Your assignment: Give back a single figure: the number of lines in the entries below that contain "first".
++++ Records supplied
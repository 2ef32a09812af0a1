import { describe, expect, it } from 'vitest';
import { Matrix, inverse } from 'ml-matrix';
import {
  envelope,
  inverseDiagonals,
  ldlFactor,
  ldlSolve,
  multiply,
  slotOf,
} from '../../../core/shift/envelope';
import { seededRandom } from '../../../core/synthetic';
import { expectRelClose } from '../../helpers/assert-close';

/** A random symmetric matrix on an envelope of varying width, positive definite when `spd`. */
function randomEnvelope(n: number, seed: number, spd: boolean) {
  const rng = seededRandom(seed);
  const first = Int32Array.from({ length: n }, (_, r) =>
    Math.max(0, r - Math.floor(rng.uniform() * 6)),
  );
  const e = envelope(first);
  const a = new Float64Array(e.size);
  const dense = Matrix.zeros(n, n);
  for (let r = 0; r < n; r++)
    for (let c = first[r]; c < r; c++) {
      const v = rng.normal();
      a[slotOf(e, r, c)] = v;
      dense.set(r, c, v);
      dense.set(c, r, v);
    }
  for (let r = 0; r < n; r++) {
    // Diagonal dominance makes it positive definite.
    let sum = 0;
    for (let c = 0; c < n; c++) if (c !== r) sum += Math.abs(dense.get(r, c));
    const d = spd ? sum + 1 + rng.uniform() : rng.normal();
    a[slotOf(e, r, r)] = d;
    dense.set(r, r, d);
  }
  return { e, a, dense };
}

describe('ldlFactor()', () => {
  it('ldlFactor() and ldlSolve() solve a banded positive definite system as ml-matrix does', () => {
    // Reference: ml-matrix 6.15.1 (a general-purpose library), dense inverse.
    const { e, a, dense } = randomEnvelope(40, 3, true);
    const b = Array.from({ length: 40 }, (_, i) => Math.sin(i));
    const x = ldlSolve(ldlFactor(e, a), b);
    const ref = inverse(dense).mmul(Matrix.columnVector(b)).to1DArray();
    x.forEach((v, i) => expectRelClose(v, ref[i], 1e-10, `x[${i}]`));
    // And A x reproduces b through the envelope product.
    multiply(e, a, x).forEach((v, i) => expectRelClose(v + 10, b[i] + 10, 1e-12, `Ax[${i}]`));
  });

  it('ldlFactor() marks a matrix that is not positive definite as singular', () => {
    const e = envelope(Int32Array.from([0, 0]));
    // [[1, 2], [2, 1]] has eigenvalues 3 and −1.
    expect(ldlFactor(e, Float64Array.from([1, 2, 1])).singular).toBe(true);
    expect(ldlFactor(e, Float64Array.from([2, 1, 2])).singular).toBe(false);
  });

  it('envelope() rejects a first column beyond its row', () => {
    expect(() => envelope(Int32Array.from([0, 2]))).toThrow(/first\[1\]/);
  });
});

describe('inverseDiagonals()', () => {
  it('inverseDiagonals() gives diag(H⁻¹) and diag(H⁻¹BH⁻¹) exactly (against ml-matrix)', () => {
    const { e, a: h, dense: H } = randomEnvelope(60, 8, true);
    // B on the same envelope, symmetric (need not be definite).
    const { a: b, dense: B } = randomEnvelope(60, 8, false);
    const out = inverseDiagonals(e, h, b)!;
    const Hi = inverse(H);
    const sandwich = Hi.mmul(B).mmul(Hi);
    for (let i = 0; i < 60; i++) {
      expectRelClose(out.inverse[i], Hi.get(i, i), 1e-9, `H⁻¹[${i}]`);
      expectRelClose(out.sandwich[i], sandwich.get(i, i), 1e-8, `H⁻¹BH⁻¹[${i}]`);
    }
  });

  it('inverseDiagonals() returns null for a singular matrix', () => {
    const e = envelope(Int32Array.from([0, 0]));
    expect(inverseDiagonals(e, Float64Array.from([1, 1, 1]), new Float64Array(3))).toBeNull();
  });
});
++++++++
Solution: 5